October 19, 2023

To Awaji Island, the birthplace of Japanese incense

To Awaji Island, the birthplace of Japanese incense

(The following is translation of the e-mail which was sent to Japanese customers.)



How are you doing?

The scent of osmanthus is wafting in the air here. It's autumn, isn't it?

 On Monday, I accompanied overseas customers to the Awaji factory for the first time in a while, because They said they wanted to see the factory. In fact, Awaji Island is Japan's largest producer of incense, accounting for about 70% of all incense produced in Japan.

Since I was scheduled to accompany them from the morning, I headed to Shin-Kobe the day before and entered Awaji Island in a rented car. Driving slowly while looking around, the atmosphere was clearly different from before. There are glamping facilities, seaside cafes, Italian restaurants, trendy bars, and pancake shops! There used to be a bit of a lonely fishing village, and some of it still remains, but half of the seaside area looks like Shonan (seaside near Tokyo). Awaji is amazing!
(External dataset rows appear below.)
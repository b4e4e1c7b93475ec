import { test } from 'node:test';
import assert from 'node:assert/strict';
import Decimal from 'decimal.js';
import { eigenspaces } from '../../../shared/engine/exponents/quadratic';
import { symmetricEigen } from '../../../shared/engine/linalg/symmetric';
import { type Real } from '../../../shared/engine/precision/real';

const D = Decimal.clone({ precision: 50 });
const matrix = (rows: number[][]) => rows.map((r) => r.map((x) => new D(x) as unknown as Real));

// Rayleigh–Schrödinger perturbation theory checked against the exact eigenvalues of M₁ + εM₂ + ε²M₃
// (symmetric Jacobi at 50 digits): the third-order series must miss them by O(ε³) in γ/ε, i.e. the
// error at ε and ε/2 shrinks by 8. M₁ has a doubly degenerate eigenvalue that M₂ splits.
test('eigenspaces of γ(ε) = M₁ε + M₂ε² + M₃ε³: third-order coefficients match the exact eigenvalues to O(ε⁴)', () => {
  const m1 = matrix([[1, 0, 0], [0, 1, 0], [0, 0, 2]]);
  const m2 = matrix([[0.3, 0.7, -0.2], [0.7, -0.4, 0.5], [-0.2, 0.5, 0.1]]);
  const m3 = matrix([[0.9, -0.1, 0.4], [-0.1, 0.2, 0.3], [0.4, 0.3, -0.6]]);
  const spaces = eigenspaces(m1, m2, 50, m3);
  assert.equal(spaces.length, 3);
  const series = spaces.map(({ g1, g2, g3 }) => (e: number) => Number(g1.toString()) + e * Number(g2!.toString()) + e * e * Number(g3!.toString())).map((f) => f);
  const errorAt = (e: number) => {
    const m = m1.map((row, i) => row.map((x, j) => new D(x).plus(new D(m2[i][j]).times(e)).plus(new D(m3[i][j]).times(e * e)) as unknown as Real));
    const exact = symmetricEigen(m, 50).values.map((x) => Number(x.toString())).sort((a, b) => a - b);
    const approx = series.map((f) => f(e)).sort((a, b) => a - b);
    return Math.max(...exact.map((x, i) => Math.abs(x - approx[i])));
  };
  const ratio = errorAt(0.004) / errorAt(0.002);
  assert.ok(ratio > 7 && ratio < 9, `ratio ${ratio}`);
});
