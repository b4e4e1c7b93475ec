import { scaleLinear } from 'd3-scale';
import { line } from 'd3-shape';
import type { ScanShape } from '../resultShapes';
import { nameOfQuantity } from '../texFormat';

export const seriesColors = ['#C9822B', '#26324A', '#2F7A4F', '#B23A3A', '#6B4FA0', '#2C7DA0'];
export const PLOT_MARGIN = { top: 16, right: 16, bottom: 40, left: 64 };

export interface PlotLine {
  key: string;
  name: string;
  color: string;
  path: string;
}

export interface PlotGeometry {
  width: number;
  height: number;
  xTicks: { value: number; x: number }[];
  yTicks: { value: number; y: number }[];
  lines: PlotLine[];
  markers: { label: string; x: number }[];
  xOf: (value: number) => number;
  yOf: (value: number) => number;
  invertX: (pixel: number) => number;
  plotLeft: number;
  plotRight: number;
  plotTop: number;
  plotBottom: number;
}

/** Scales, ticks and line paths of a scan, shared by the on-screen plot and the SVG export. */
export function plotGeometry(scan: ScanShape, width: number, height: number): PlotGeometry {
  const xs = scan.points.map((point) => point.x);
  const ys = scan.points.flatMap((point) => scan.quantities.map((key) => point.values[key]).filter((v): v is number => v !== undefined));
  const x = scaleLinear().domain([Math.min(...xs), Math.max(...xs)]).range([PLOT_MARGIN.left, width - PLOT_MARGIN.right]);
  const yExtent = ys.length ? [Math.min(...ys), Math.max(...ys)] : [0, 1];
  if (yExtent[0] === yExtent[1]) yExtent[1] = yExtent[0] + 1;
  const y = scaleLinear().domain(yExtent).nice().range([height - PLOT_MARGIN.bottom, PLOT_MARGIN.top]);
  const lines = scan.quantities.map((key, index) => {
    const points = scan.points.filter((point) => point.values[key] !== undefined);
    const path = line<(typeof points)[number]>()
      .x((point) => x(point.x))
      .y((point) => y(point.values[key]))(points);
    return { key, name: nameOfQuantity(key), color: seriesColors[index % seriesColors.length], path: path ?? '' };
  });
  const [xMin, xMax] = x.domain();
  const markers: { label: string; x: number }[] = [];
  if (scan.meanField !== null && scan.meanField >= xMin && scan.meanField <= xMax) markers.push({ label: 's = d/2', x: x(scan.meanField) });
  if (scan.sStar !== null && scan.sStar >= xMin && scan.sStar <= xMax) markers.push({ label: 's*', x: x(scan.sStar) });
  return {
    width,
    height,
    xTicks: x.ticks(Math.max(2, Math.floor(width / 90))).map((value) => ({ value, x: x(value) })),
    yTicks: y.ticks(Math.max(2, Math.floor(height / 50))).map((value) => ({ value, y: y(value) })),
    lines,
    markers,
    xOf: x,
    yOf: y,
    invertX: (pixel) => x.invert(pixel),
    plotLeft: PLOT_MARGIN.left,
    plotRight: width - PLOT_MARGIN.right,
    plotTop: PLOT_MARGIN.top,
    plotBottom: height - PLOT_MARGIN.bottom,
  };
}

/** The scan point nearest to an abscissa. */
export function nearestPoint(scan: ScanShape, xValue: number) {
  return scan.points.reduce((best, point) => (Math.abs(point.x - xValue) < Math.abs(best.x - xValue) ? point : best), scan.points[0]);
}

export const tickText = (value: number) => String(Number(value.toPrecision(6)));

const escapeXml = (text: string) => text.replace(/&/g, '&amp;').replace(/</g, '&lt;').replace(/>/g, '&gt;');

/** A standalone SVG file of the plot. */
export function plotSvg(scan: ScanShape, geometry: PlotGeometry): string {
  const g = geometry;
  const parts: string[] = [];
  parts.push(`<svg xmlns="http://www.w3.org/2000/svg" width="${g.width}" height="${g.height}" viewBox="0 0 ${g.width} ${g.height}" font-family="Inter, sans-serif" font-size="11">`);
  parts.push(`<rect width="100%" height="100%" fill="#FFFFFF"/>`);
  for (const tick of g.yTicks) {
    parts.push(`<line x1="${g.plotLeft}" x2="${g.plotRight}" y1="${tick.y}" y2="${tick.y}" stroke="#E2DED3"/>`);
    parts.push(`<text x="${g.plotLeft - 6}" y="${tick.y + 4}" text-anchor="end" fill="#4A5266">${tickText(tick.value)}</text>`);
  }
  for (const tick of g.xTicks) {
    parts.push(`<line x1="${tick.x}" x2="${tick.x}" y1="${g.plotBottom}" y2="${g.plotBottom + 5}" stroke="#4A5266"/>`);
    parts.push(`<text x="${tick.x}" y="${g.plotBottom + 18}" text-anchor="middle" fill="#4A5266">${tickText(tick.value)}</text>`);
  }
  parts.push(`<line x1="${g.plotLeft}" x2="${g.plotRight}" y1="${g.plotBottom}" y2="${g.plotBottom}" stroke="#4A5266"/>`);
  parts.push(`<line x1="${g.plotLeft}" x2="${g.plotLeft}" y1="${g.plotTop}" y2="${g.plotBottom}" stroke="#4A5266"/>`);
  parts.push(`<text x="${(g.plotLeft + g.plotRight) / 2}" y="${g.height - 6}" text-anchor="middle" fill="#1C2230">${escapeXml(scan.variable)}</text>`);
  for (const marker of g.markers) {
    parts.push(`<line x1="${marker.x}" x2="${marker.x}" y1="${g.plotTop}" y2="${g.plotBottom}" stroke="#9E6217" stroke-dasharray="4 3"/>`);
    parts.push(`<text x="${marker.x + 4}" y="${g.plotTop + 12}" fill="#9E6217">${escapeXml(marker.label)}</text>`);
  }
  g.lines.forEach((plotLine, index) => {
    parts.push(`<path d="${plotLine.path}" fill="none" stroke="${plotLine.color}" stroke-width="2"/>`);
    parts.push(`<rect x="${g.plotRight - 90}" y="${g.plotTop + 4 + index * 16}" width="12" height="3" fill="${plotLine.color}"/>`);
    parts.push(`<text x="${g.plotRight - 72}" y="${g.plotTop + 9 + index * 16}" fill="#1C2230">${escapeXml(plotLine.name)}</text>`);
  });
  parts.push('</svg>');
  return parts.join('\n');
}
The next morning, I had to wake up early to take pictures, so I had to leave my visit to the seaside bar for the next time. This time, I secretly planned to take my bicycle and do Awaiichi (150 km ride around Awaji), but thankfully, I could make an appointment of meeting in Osaka, so I will come back again in my bike jersey.

At the factory, a machine known as "Gorigori-kun," was kneading incense. In the Gorigori-kun, sifted fragrant wood and medicinal herbs are placed, tab powder, which is also the raw material and water are added and then knead.

Once kneaded, it is put into the next machine to be shaped.

In the past, the incense was dried naturally, but now it is placed in a drying room to let the air circulate evenly and gently so that incense does not bend. Although it has become much more convenient, there are still many processes that cannot be done without human hands.

As I finished my work here before noon, I paid a visit to the Kareki Shrine before returning to Kobe. It is said that "agarwood," a fragrant wood used to make incense, drifted ashore here about 1,400 years ago. I will have been working as an incense maker for 30 years next year. I am very grateful. I have expressed my gratitude to God.

A pleasant breeze is blowing.
I hope everyone enjoys the autumn season of tastes of foods and excursions.